Along with Roy Wood, Jr. and Amber Ruffin, Black is a part of CNN’s first foray into comedy, Have I Got News for You. The weekly show, which premiered on Saturday, is an American adaptation of the long-running British series of the same name. Wood hosts, and Ruffin and Black serve as “team captains,” who are joined by new guests each week on the informal quiz show to play games, discuss big headlines and generally riff on the news of the week. (There are points given out, but they matter about as much as the points on Whose Line Is It Anyway?)
A handful of other networks have tried and failed to bring Have I Got News for You to this side of the pond. Black appeared in a pilot for an NBC version years ago that never got off the ground. So when CNN came calling, he was skeptical at first.

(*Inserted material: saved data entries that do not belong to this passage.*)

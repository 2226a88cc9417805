/**
 * One point in full: the cluster with densities as site fill, bond currents as arrows whose
 * width is the magnitude, plaquette flux as fill colour, S(q) as a small heatmap, and the point's
 * convergence and warnings. The full result is recomputed in a worker (maps keep scalars only).
 * Below, with the point's model and a bands computer, the one-particle bands of the same model at
 * the same parameters (bands-panel.tsx).
 */
import type { MapPoint, ModelSpec, Result } from '@phasewright/physics-core';
import { diverging, PLOT } from '../lib/plot-colors.js';
import type { BandsComputer } from '../workers/bands-client.js';
import { BandsPanel } from './bands-panel.js';

const INK = PLOT.ink;

interface Props {
  pointKey: string;
  point: MapPoint;
  result: Result | undefined;
  error: string | undefined;
  labelName: string | undefined;
  /** The point's model and the way to compute its one-particle bands; no bands panel without them. */
  bands?: { model: ModelSpec; compute: BandsComputer; fileBase?: string };
}

export function ClusterResult({ result, width = 520, height = 240 }: { result: Result; width?: number; height?: number }) {
  const sites = result.sites;
  const xs = sites.map((s) => s.x);
  const ys = sites.map((s) => s.y);
  const minX = Math.min(...xs);
  const minY = Math.min(...ys);
  const spanX = Math.max(...xs) - minX || 1;
  const spanY = Math.max(...ys) - minY || 1;
  const pad = 28;
  const scale = Math.min((width - 2 * pad) / spanX, (height - 2 * pad) / spanY, 90);
  const ox = (width - scale * spanX) / 2;
  const oy = (height - scale * (Math.max(...ys) - minY)) / 2;
  const P = (i: number) => ({ x: ox + scale * (sites[i].x - minX), y: height - (oy + scale * (sites[i].y - minY)) });
  const dist = (b: { from: number; to: number }) => Math.hypot(sites[b.from].x - sites[b.to].x, sites[b.from].y - sites[b.to].y);
  const shortest = Math.min(...result.bonds.map(dist).filter((d) => d > 1e-9), Infinity);
  const inside = result.bonds.filter((b) => dist(b) <= 2.05 * shortest);
  const maxI = Math.max(1e-300, ...result.bonds.map((b) => Math.abs(b.current)));
  const r = Math.max(5, Math.min(12, scale * 0.18));
  return (
    <svg viewBox={`0 0 ${width} ${height}`} width="100%" role="img" aria-label="Cluster: densities, currents and fluxes" data-testid="point-cluster" data-ink-aware="" className="block rounded-lg bg-surface ring-1 ring-line">
      {result.plaquettes.map((p, i) => {
        if (p.sites.some((s) => dist({ from: s, to: p.sites[0] }) > 2.5 * shortest)) return null;
        return <polygon key={`p${i}`} points={p.sites.map((s) => `${P(s).x},${P(s).y}`).join(' ')} {...diverging(p.flux, Math.PI, 0.75)} stroke="none"><title>{`flux ${p.flux.toFixed(3)} rad, circulation ${p.circulation.toPrecision(3)}`}</title></polygon>;
      })}
      {inside.map((b, i) => {
        const a = P(b.from);
        const c = P(b.to);
        return <line key={`b${i}`} x1={a.x} y1={a.y} x2={c.x} y2={c.y} stroke={INK} strokeOpacity={0.25} strokeWidth={1} />;
      })}
      {inside.map((b, i) => {
        const m = Math.abs(b.current) / maxI;
        if (m < 1e-6 || maxI < 1e-10) return null;
        const [s, t] = b.current > 0 ? [P(b.from), P(b.to)] : [P(b.to), P(b.from)];
        const len = Math.hypot(t.x - s.x, t.y - s.y) || 1;
        const ux = (t.x - s.x) / len;
        const uy = (t.y - s.y) / len;
        const w = 0.8 + 4.5 * m;
        const mx = (s.x + t.x) / 2 + ux * 5;
        const my = (s.y + t.y) / 2 + uy * 5;
        const hs = 4 + 3 * m;
        return (
          <g key={`c${i}`}>
            <line x1={s.x + ux * r} y1={s.y + uy * r} x2={t.x - ux * r} y2={t.y - uy * r} stroke={PLOT.accent} strokeWidth={w} strokeOpacity={0.85} />
            <path d={`M${mx},${my} L${mx - ux * hs * 2 - uy * hs},${my - uy * hs * 2 + ux * hs} L${mx - ux * hs * 2 + uy * hs},${my - uy * hs * 2 - ux * hs} Z`} fill={PLOT.accent} />
            <title>{`current ${b.from}→${b.to}: ${b.current.toPrecision(3)}`}</title>
          </g>
        );
      })}
      {sites.map((s, i) => {
        const p = P(i);
        return (
          <circle key={`s${i}`} cx={p.x} cy={p.y} r={r} fill={INK} fillOpacity={Math.max(0, Math.min(1, s.density)).toFixed(3)} stroke={INK} strokeWidth={1.2}>
            <title>{`site ${s.index}: n = ${s.density.toFixed(4)}`}</title>
          </circle>
        );
      })}
    </svg>
  );
}

function StructureFactorGrid({ rows }: { rows: { q: [number, number]; value: number }[] }) {
  if (rows.length === 0) return null;
  const qx = [...new Set(rows.map((r) => +r.q[0].toFixed(6)))].sort((a, b) => a - b);
  const qy = [...new Set(rows.map((r) => +r.q[1].toFixed(6)))].sort((a, b) => a - b);
  const max = Math.max(...rows.map((r) => r.value), 1e-12);
  const cell = Math.max(8, Math.min(28, 220 / Math.max(qx.length, qy.length)));
  const w = qx.length * cell;
  const h = qy.length * cell;
  return (
    <svg viewBox={`0 0 ${w + 2} ${h + 2}`} width={Math.min(240, w + 2)} role="img" aria-label="Structure factor S(q)" data-testid="structure-factor" data-ink-aware="">
      {rows.map((r, i) => {
        const ix = qx.indexOf(+r.q[0].toFixed(6));
        const iy = qy.indexOf(+r.q[1].toFixed(6));
        return (
          <rect key={i} x={1 + ix * cell} y={1 + (qy.length - 1 - iy) * cell} width={cell - 1} height={cell - 1} fill={INK} fillOpacity={(0.06 + (0.94 * Math.max(0, r.value)) / max).toFixed(3)}>
            <title>{`q = (${r.q[0].toFixed(3)}, ${r.q[1].toFixed(3)}): S = ${r.value.toPrecision(4)}`}</title>
          </rect>
        );
      })}
    </svg>
  );
}

/**
 * How an ED point was solved, in words: the cluster's Hilbert-space size and, when the solver
 * used momentum sectors, how many and the ground state's crystal momentum (only the momenta the
 * finite cluster allows exist). Null for other methods.
 */
export function edSolverNote(result: Result): string | null {
  if (result.method !== 'ed') return null;
  const extras = (result.extras ?? {}) as { dimension?: number; symmetry?: { kind?: string; sectors?: number; lengths?: number[]; momenta?: number[][]; reason?: string } };
  const size = typeof extras.dimension === 'number' ? `${result.sites.length} sites, ${extras.dimension.toLocaleString('en-GB')} basis states` : `${result.sites.length} sites`;
  const s = extras.symmetry;
  if (s?.kind === 'translations' && s.lengths && s.momenta?.length) {
    const k = (m: number[]) => `(${m.map((x, a) => `2π·${x}/${s.lengths?.[a]}`).join(', ')})`;
    const ground = s.momenta[0];
    const degenerate = result.degenerate ? `; the ground manifold averaged here spans ${[...new Set(s.momenta.slice(0, result.energies.length).map((m) => k(m)))].length > 1 ? 'several momenta' : 'one momentum'}` : '';
    return `Exact diagonalization: ${size}, solved in ${s.sectors} momentum sectors; ground state at k = ${k(ground)}${degenerate}. A finite cluster has only these momenta.`;
  }
  return `Exact diagonalization: ${size}, full basis${s?.reason ? ` (no momentum sectors: ${s.reason})` : ''}.`;
}

export function PointDetail({ pointKey, point, result, error, labelName, bands }: Props) {
  return (
    <section className="space-y-3 rounded-xl border border-line bg-surface p-4" aria-label={`Point ${pointKey}`} data-testid="point-detail">
      <div className="flex flex-wrap items-baseline justify-between gap-2">
        <h2 className="text-base font-bold text-ink-900">Point {pointKey}</h2>
        <span className="text-sm text-ink-700">{labelName ?? 'no label'}</span>
      </div>
      <dl className="grid grid-cols-2 gap-x-3 gap-y-0.5 text-sm sm:grid-cols-4">
        <dt className="text-ink-600">Energy</dt>
        <dd className="font-semibold">{point.energy.toPrecision(8)}</dd>
        <dt className="text-ink-600">Converged</dt>
        <dd className="font-semibold">{point.convergence.converged ? `yes (${point.convergence.iterations} it.)` : `NO (residual ${point.convergence.residual.toExponential(1)})`}</dd>
        {typeof point.observables.gap === 'number' ? (
          <>
            <dt className="text-ink-600">Gap</dt>
            <dd className="font-semibold">{point.observables.gap.toPrecision(5)}</dd>
          </>
        ) : null}
        <dt className="text-ink-600">Time</dt>
        <dd className="font-semibold">{point.wallMs.toFixed(0)} ms</dd>
      </dl>
      {point.warnings?.length ? (
        <ul className="list-disc pl-5 text-sm text-amber-950">
          {point.warnings.map((w) => (
            <li key={w}>{w}</li>
          ))}
        </ul>
      ) : null}
      {error ? <p className="text-sm text-red-800">{error}</p> : null}
      {result ? (
        <div className="grid gap-3 md:grid-cols-[minmax(0,1fr)_auto]">
          <div>
            <ClusterResult result={result} />
            <p className="mt-1 text-xs text-ink-600">Site fill: density ⟨n⟩ (empty 0, full ink 1). Arrows: bond currents, width ∝ |current|. Plaquettes: flux, blue negative, vermillion positive.</p>
            {edSolverNote(result) ? (
              <p className="mt-1 text-xs text-ink-600" data-testid="ed-solver-note">
                {edSolverNote(result)}
              </p>
            ) : null}
          </div>
          <div>
            <p className="text-xs font-semibold text-ink-700">S(q)</p>
            <StructureFactorGrid rows={result.structureFactor} />
          </div>
        </div>
      ) : error ? null : (
        <p className="text-sm text-ink-600" role="status">
          Recomputing this point in a worker for the full picture…
        </p>
      )}
      {bands ? <BandsPanel model={bands.model} parameters={point.parameters} compute={bands.compute} fileBase={bands.fileBase} /> : null}
    </section>
  );
}
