/** A map's id must be physics-core's identity of its sweep and core version. */
function checkIdentity(map: PhaseMap, path: string): InputIssue[] {
  const expected = mapIdentity(map.sweep, map.provenance.coreVersion);
  if (expected === map.id) return [];
  const note = map.provenance.coreVersion !== CORE_VERSION ? ` (computed with core version ${map.provenance.coreVersion}, as the map says)` : '';
  return [{ path: `${path}.id`, message: `does not match the identity of the map's sweep and core version: expected ${expected}${note}; the map was altered or hashed wrongly` }];
}
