/**
 * Light or dark theme: a class on <html> (`dark`), which src/index.css turns into the night
 * palette. The choice is remembered on this device (localStorage, a display preference only);
 * without one the theme follows the system's prefers-color-scheme, also when it changes.
 */
import { useEffect, useState } from 'react';

export type Theme = 'light' | 'dark';

export const THEME_STORAGE_KEY = 'phasewright.theme';
const DARK_QUERY = '(prefers-color-scheme: dark)';

export function storedTheme(): Theme | null {
  try {
    const v = window.localStorage.getItem(THEME_STORAGE_KEY);
    return v === 'light' || v === 'dark' ? v : null;
  } catch {
    return null; // storage blocked: follow the system
  }
}

export function systemTheme(): Theme {
  return typeof window.matchMedia === 'function' && window.matchMedia(DARK_QUERY).matches ? 'dark' : 'light';
}

/** Sets the class on <html> and the browser's theme colour (the paper of the header). */
export function applyTheme(theme: Theme): void {
  const root = document.documentElement;
  root.classList.toggle('dark', theme === 'dark');
  const paper = getComputedStyle(root).getPropertyValue('--color-paper').trim();
  const meta = document.querySelector('meta[name="theme-color"]');
  if (paper && meta) meta.setAttribute('content', paper);
}

// At import (the header loads with the shell), before the first paint of the app.
if (typeof document !== 'undefined') applyTheme(storedTheme() ?? systemTheme());

/** A small button in the header: sun in the dark theme (go light), moon in the light one. */
export function ThemeToggle() {
  const [theme, setTheme] = useState<Theme>(() => storedTheme() ?? systemTheme());
  useEffect(() => applyTheme(theme), [theme]);
  useEffect(() => {
    if (typeof window.matchMedia !== 'function') return;
    const mq = window.matchMedia(DARK_QUERY);
    const follow = () => {
      if (storedTheme() === null) setTheme(mq.matches ? 'dark' : 'light');
    };
    mq.addEventListener('change', follow);
    return () => mq.removeEventListener('change', follow);
  }, []);
  const next: Theme = theme === 'dark' ? 'light' : 'dark';
  const label = `Switch to the ${next} theme`;
  return (
    <button
      type="button"
      className="inline-flex size-8 items-center justify-center rounded-md text-ink-800 hover:bg-ink-100"
      aria-label={label}
      title={label}
      data-testid="theme-toggle"
      data-theme={theme}
      onClick={() => {
        try {
          window.localStorage.setItem(THEME_STORAGE_KEY, next);
        } catch {
          // not remembered; still switched for this page
        }
        setTheme(next);
      }}
    >
      <svg viewBox="0 0 24 24" width="18" height="18" fill="none" stroke="currentColor" strokeWidth="1.8" strokeLinecap="round" strokeLinejoin="round" aria-hidden="true">
        {theme === 'dark' ? (
          <>
            <circle cx="12" cy="12" r="4.2" />
            <path d="M12 2.5v2.2M12 19.3v2.2M2.5 12h2.2M19.3 12h2.2M5.3 5.3l1.6 1.6M17.1 17.1l1.6 1.6M5.3 18.7l1.6-1.6M17.1 6.9l1.6-1.6" />
          </>
        ) : (
          <path d="M20.3 14.6A8.5 8.5 0 0 1 9.4 3.7a8.5 8.5 0 1 0 10.9 10.9Z" />
        )}
      </svg>
    </button>
  );
}
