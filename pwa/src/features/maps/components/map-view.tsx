/**
 * A map: the phase heatmap (or an observable), its legend, a 1D cut of any scalar observable,
 * the caveats, the points table and the detail of the selected point. Reads live from Dexie, so
 * it fills in while a sweep runs.
 */
import type { PointRequest, Result } from '@phasewright/physics-core';
import { pointSeed } from '@phasewright/physics-core';
import { useCallback, useEffect, useMemo, useRef, useState } from 'react';
import { Button } from '../../../components/ui/button.js';
import { Notice } from '../../../components/ui/notice.js';
import { phaseColor } from '../../../lib/phase-colors.js';
import { annotateLabel, useAnnotations, useMapPoints, useMapRecord } from '../api/maps.js';
import { exportPng, exportSvg } from '../lib/export-figure.js';
import { boundariesOf, caveatsOf, labelsOf, mapCells, scalar, scalarObservables, type MapCell } from '../lib/map-data.js';
import { CutPlot } from './cut-plot.js';
import type { MeasurementRow } from '../lib/measurements.js';
import { MapLegend, type LegendEntry } from './map-legend.js';
import { PhaseMapPlot, type PlotColouring } from './phase-map-plot.js';
import { PointDetail } from './point-detail.js';
import { PointsTable } from './points-table.js';
import { bandsInWorker, type BandsComputer } from '../workers/bands-client.js';

export type DetailSolver = (request: PointRequest) => Promise<{ result: Result }>;

function sequential(t: number): string {
  // Paper → ink, for observables (a single-hue ramp reads in grey and for colour-blind readers).
  const c0 = [245, 241, 232];
  const c1 = [29, 38, 64];
  const u = Math.max(0, Math.min(1, t));
  return `rgb(${c0.map((a, i) => Math.round(a + (c1[i] - a) * u)).join(' ')})`;
}

/**
 * `canAnnotate` false (viewers and reviewers of a shared project) hides renaming and recolouring.
 * `computeBands` draws a selected point's one-particle bands (a worker of its own by default).
 */
export function MapView({ mapId, solveDetail, canAnnotate = true, measured, computeBands = bandsInWorker }: { mapId: string; solveDetail: DetailSolver; canAnnotate?: boolean; measured?: MeasurementRow[]; computeBands?: BandsComputer }) {
  const map = useMapRecord(mapId);
  const rows = useMapPoints(mapId);
  const annotations = useAnnotations(mapId);
  const [selected, setSelected] = useState<Set<string>>(new Set());
  const [hover, setHover] = useState<{ cell: MapCell; x: number; y: number } | null>(null);
  const [colourMode, setColourMode] = useState<'label' | 'observable' | null>(null);
  const [observable, setObservable] = useState<string | null>(null);
  const [cutObservable, setCutObservable] = useState<string | null>(null);
  const [detail, setDetail] = useState<{ key: string; result?: Result; error?: string } | null>(null);
  const mapSvg = useRef<SVGSVGElement>(null);
  const cutSvg = useRef<SVGSVGElement>(null);

  const sweep = map?.sweep;
  const points = useMemo(() => (rows ?? []).map((r) => ({ key: r.key, point: r.point })), [rows]);
  const cells = useMemo(() => (sweep ? mapCells(sweep, points) : []), [sweep, points]);
  const labels = useMemo(() => labelsOf(points), [points]);
  const observables = useMemo(() => scalarObservables(points), [points]);
  const boundaries = useMemo(() => (sweep ? boundariesOf(sweep, points) : []), [sweep, points]);
  const overrides = useMemo(() => Object.fromEntries((annotations ?? []).filter((a) => a.color).map((a) => [a.labelId, a.color as string])), [annotations]);
  const names = useMemo(() => Object.fromEntries((annotations ?? []).filter((a) => a.name).map((a) => [a.labelId, a.name as string])), [annotations]);
  const labelName = useCallback((id: string | undefined) => (id ? (names[id] ?? id) : 'unlabelled'), [names]);

  const mode = colourMode ?? (labels.length > 0 ? 'label' : 'observable');
  const obs = observable ?? observables.find((o) => o === 'fidelitySusceptibility' || o === 'structureFactorMax') ?? observables[0] ?? 'energyPerSite';
  const cutObs = cutObservable ?? (observables.includes('fidelitySusceptibility') ? 'fidelitySusceptibility' : (observables[0] ?? 'energyPerSite'));
  const range = useMemo(() => {
    const v = cells.map((c) => scalar(c.point, obs)).filter((x): x is number => x !== undefined);
    return v.length ? [Math.min(...v), Math.max(...v)] : [0, 1];
  }, [cells, obs]);
  const colouring: PlotColouring = {
    mode,
    observable: obs,
    colorOf: (c) => {
      if (mode === 'label') return phaseColor(c.labelId, labels, overrides);
      const v = scalar(c.point, obs);
      return v === undefined ? '#bdb6a6' : sequential(range[1] > range[0] ? (v - range[0]) / (range[1] - range[0]) : 0.5);
    },
  };
  const legend: LegendEntry[] = labels.map((id) => ({ labelId: id, name: labelName(id), color: phaseColor(id, labels, overrides), count: cells.filter((c) => c.labelId === id).length }));

  const selectCell = (cell: MapCell, additive = false) => {
    setSelected((s) => {
      const next = new Set(additive ? s : []);
      if (additive && s.has(cell.key)) next.delete(cell.key);
      else next.add(cell.key);
      return next;
    });
    if (!additive) setDetail({ key: cell.key });
  };

  useEffect(() => {
    if (!detail || detail.result || detail.error || !sweep) return;
    const cell = cells.find((c) => c.key === detail.key);
    if (!cell) return;
    let stale = false;
    const request: PointRequest = {
      model: sweep.model,
      method: sweep.method,
      solver: sweep.solver ?? {},
      parameters: cell.point.parameters,
      seed: pointSeed(sweep.seed ?? 0, cell.key),
      key: cell.key,
      axes: sweep.axes.map((a) => a.parameter),
    };
    solveDetail(request).then(
      (a) => !stale && setDetail({ key: cell.key, result: a.result }),
      (e: unknown) => !stale && setDetail({ key: cell.key, error: e instanceof Error ? e.message : String(e) }),
    );
    return () => {
      stale = true;
    };
  }, [detail, cells, sweep, solveDetail]);

  if (map === undefined || rows === undefined) return <p role="status">Loading the map…</p>;
  if (map === null || !sweep) return <p>No map with this id on this device.</p>;
  const caveats = caveatsOf(sweep, points);
  const detailCell = detail ? cells.find((c) => c.key === detail.key) : undefined;
  const title = `${map.name} — ${sweep.method === 'ed' ? 'exact diagonalization' : 'mean-field'}`;
  const fileBase = map.name.replace(/[^a-z0-9]+/gi, '-').replace(/^-|-$/g, '').toLowerCase() || 'map';

  return (
    <div className="space-y-5" data-testid="map-view" data-points={cells.length}>
      <Notice tone="warn" title={sweep.method === 'ed' ? 'Finite cluster' : 'Mean-field'}>
        <ul className="list-disc space-y-0.5 pl-4" data-testid="caveats">
          {caveats.map((c) => (
            <li key={c}>{c}</li>
          ))}
        </ul>
      </Notice>
      <div className="grid gap-5 lg:grid-cols-[minmax(0,1fr)_16rem]">
        <div className="relative space-y-2">
          <div className="flex flex-wrap items-center gap-3 text-sm">
            <label className="flex items-center gap-1.5">
              Colour by
              <select className="rounded border border-line bg-surface px-1.5 py-1" value={mode === 'label' ? 'label' : obs} aria-label="Colour by" onChange={(e) => {
                if (e.target.value === 'label') setColourMode('label');
                else {
                  setColourMode('observable');
                  setObservable(e.target.value);
                }
              }}>
                <option value="label" disabled={labels.length === 0}>
                  phase label{labels.length === 0 ? ' (none yet)' : ''}
                </option>
                {observables.map((o) => (
                  <option key={o} value={o}>
                    {o}
                  </option>
                ))}
              </select>
            </label>
            <span className="ml-auto flex gap-2">
              <Button variant="secondary" onClick={() => mapSvg.current && exportSvg(mapSvg.current, `${fileBase}.svg`)}>
                Export SVG
              </Button>
              <Button variant="secondary" onClick={() => mapSvg.current && void exportPng(mapSvg.current, `${fileBase}.png`)}>
                Export PNG
              </Button>
            </span>
          </div>
          {cells.length === 0 ? (
            <p className="rounded-lg bg-surface p-6 text-sm text-ink-600 ring-1 ring-line">No points yet. They appear here as the sweep computes them.</p>
          ) : (
            <PhaseMapPlot
              ref={mapSvg}
              sweep={sweep}
              cells={cells}
              colouring={colouring}
              boundaries={boundaries}
              selectedKeys={selected}
              title={title}
              onHover={(cell, x, y) => setHover(cell ? { cell, x, y } : null)}
              onSelect={(c) => selectCell(c)}
            />
          )}
          {hover ? (
            <div className="pointer-events-none fixed z-20 rounded-md bg-ink-900 px-2 py-1 text-xs text-paper shadow" style={{ left: hover.x + 12, top: hover.y + 12 }} role="tooltip">
              <div className="font-semibold">{hover.cell.key}</div>
              <div>{labelName(hover.cell.labelId)}</div>
              <div>E = {hover.cell.point.energy.toPrecision(6)}</div>
              {mode === 'observable' ? <div>{obs} = {scalar(hover.cell.point, obs)?.toPrecision(4) ?? '—'}</div> : null}
              {hover.cell.flagged ? <div>unconverged or degenerate</div> : null}
            </div>
          ) : null}
          {mode === 'observable' && cells.length ? (
            <p className="text-xs text-ink-600">
              {obs}: {range[0].toPrecision(4)} (paper) … {range[1].toPrecision(4)} (ink)
            </p>
          ) : null}
        </div>
        <aside className="space-y-3">
          <h2 className="text-sm font-bold text-ink-900">Phase labels</h2>
          <MapLegend entries={legend} onRename={canAnnotate ? (id, name) => void annotateLabel(mapId, id, { name }) : undefined} onRecolor={canAnnotate ? (id, color) => void annotateLabel(mapId, id, { color }) : undefined} />
          {boundaries.length ? <p className="text-xs text-ink-600">Lines: boundaries between labels; shaded: their uncertainty (half the spacing of the points on either side).</p> : null}
          <p className="text-xs text-ink-600">× not converged · ◦ degenerate ground state</p>
        </aside>
      </div>

      {cells.length ? (
        <section className="space-y-2" aria-label="Cut">
          <div className="flex flex-wrap items-center gap-3 text-sm">
            <label className="flex items-center gap-1.5">
              Observable along {sweep.axes[0].parameter}
              <select className="rounded border border-line bg-surface px-1.5 py-1" value={cutObs} aria-label="Cut observable" onChange={(e) => setCutObservable(e.target.value)}>
                <option value="energy">energy</option>
                {observables.map((o) => (
                  <option key={o} value={o}>
                    {o}
                  </option>
                ))}
              </select>
            </label>
            <span className="ml-auto flex gap-2">
              <Button variant="secondary" onClick={() => cutSvg.current && exportSvg(cutSvg.current, `${fileBase}-${cutObs}.svg`)}>
                Export cut SVG
              </Button>
              <Button variant="secondary" onClick={() => cutSvg.current && void exportPng(cutSvg.current, `${fileBase}-${cutObs}.png`)}>
                Export cut PNG
              </Button>
            </span>
          </div>
          <CutPlot ref={cutSvg} sweep={sweep} cells={cells} observable={cutObs} selectedKeys={selected} onSelect={(c) => selectCell(c)} colorOf={colouring.colorOf} measured={measured} />
        </section>
      ) : null}

      {detail && detailCell ? <PointDetail pointKey={detail.key} point={detailCell.point} result={detail.result} error={detail.error} labelName={detailCell.labelId ? labelName(detailCell.labelId) : undefined} bands={{ model: sweep.model, compute: computeBands, fileBase: `${fileBase}-${detail.key.replace(/[^a-z0-9.]+/gi, "-")}` }} /> : null}

      {cells.length ? <PointsTable cells={cells} parameters={sweep.axes.map((a) => a.parameter)} labelName={labelName} selectedKeys={selected} onSelect={selectCell} /> : null}
    </div>
  );
}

“I definitely was like, ‘Why is CNN doing this? This doesn’t make any sense to me,'” he says over brunch in New York City a few days before filming the show’s premiere episode. “So I asked that question to CNN. I’m like, ‘Well, this doesn’t make any sense to me.’ They said, which I didn’t know, that they had been airing Bill Maher’s show on Saturday nights in reruns and that it had been performing really well for them. So they saw an opportunity there, and they were looking for something to pair it with to expand their weekend program from just Sunday originals to Saturday originals, and so this seemed like a good fit. So when it was explained to me, I was like, ‘Oh, you’re smarter than I thought you were.'”
Of course, any time a beloved series — especially a BBC staple that’s been on the air for 34 years — gets adapted for a new audience, there are fans worried about how it’ll translate. As one particularly harsh Reddit commenter put it, “Americans do not have the level of self-deprecation, self-loathing or wit required for this.” (“I absolutely have as much self-loathing as I need to do this job,” Black says with a laugh.) But the goal was never to simply replicate the British version here in the States, and Black says CNN has encouraged Wood, Ruffin and him to put their own spin on the 10-episode season.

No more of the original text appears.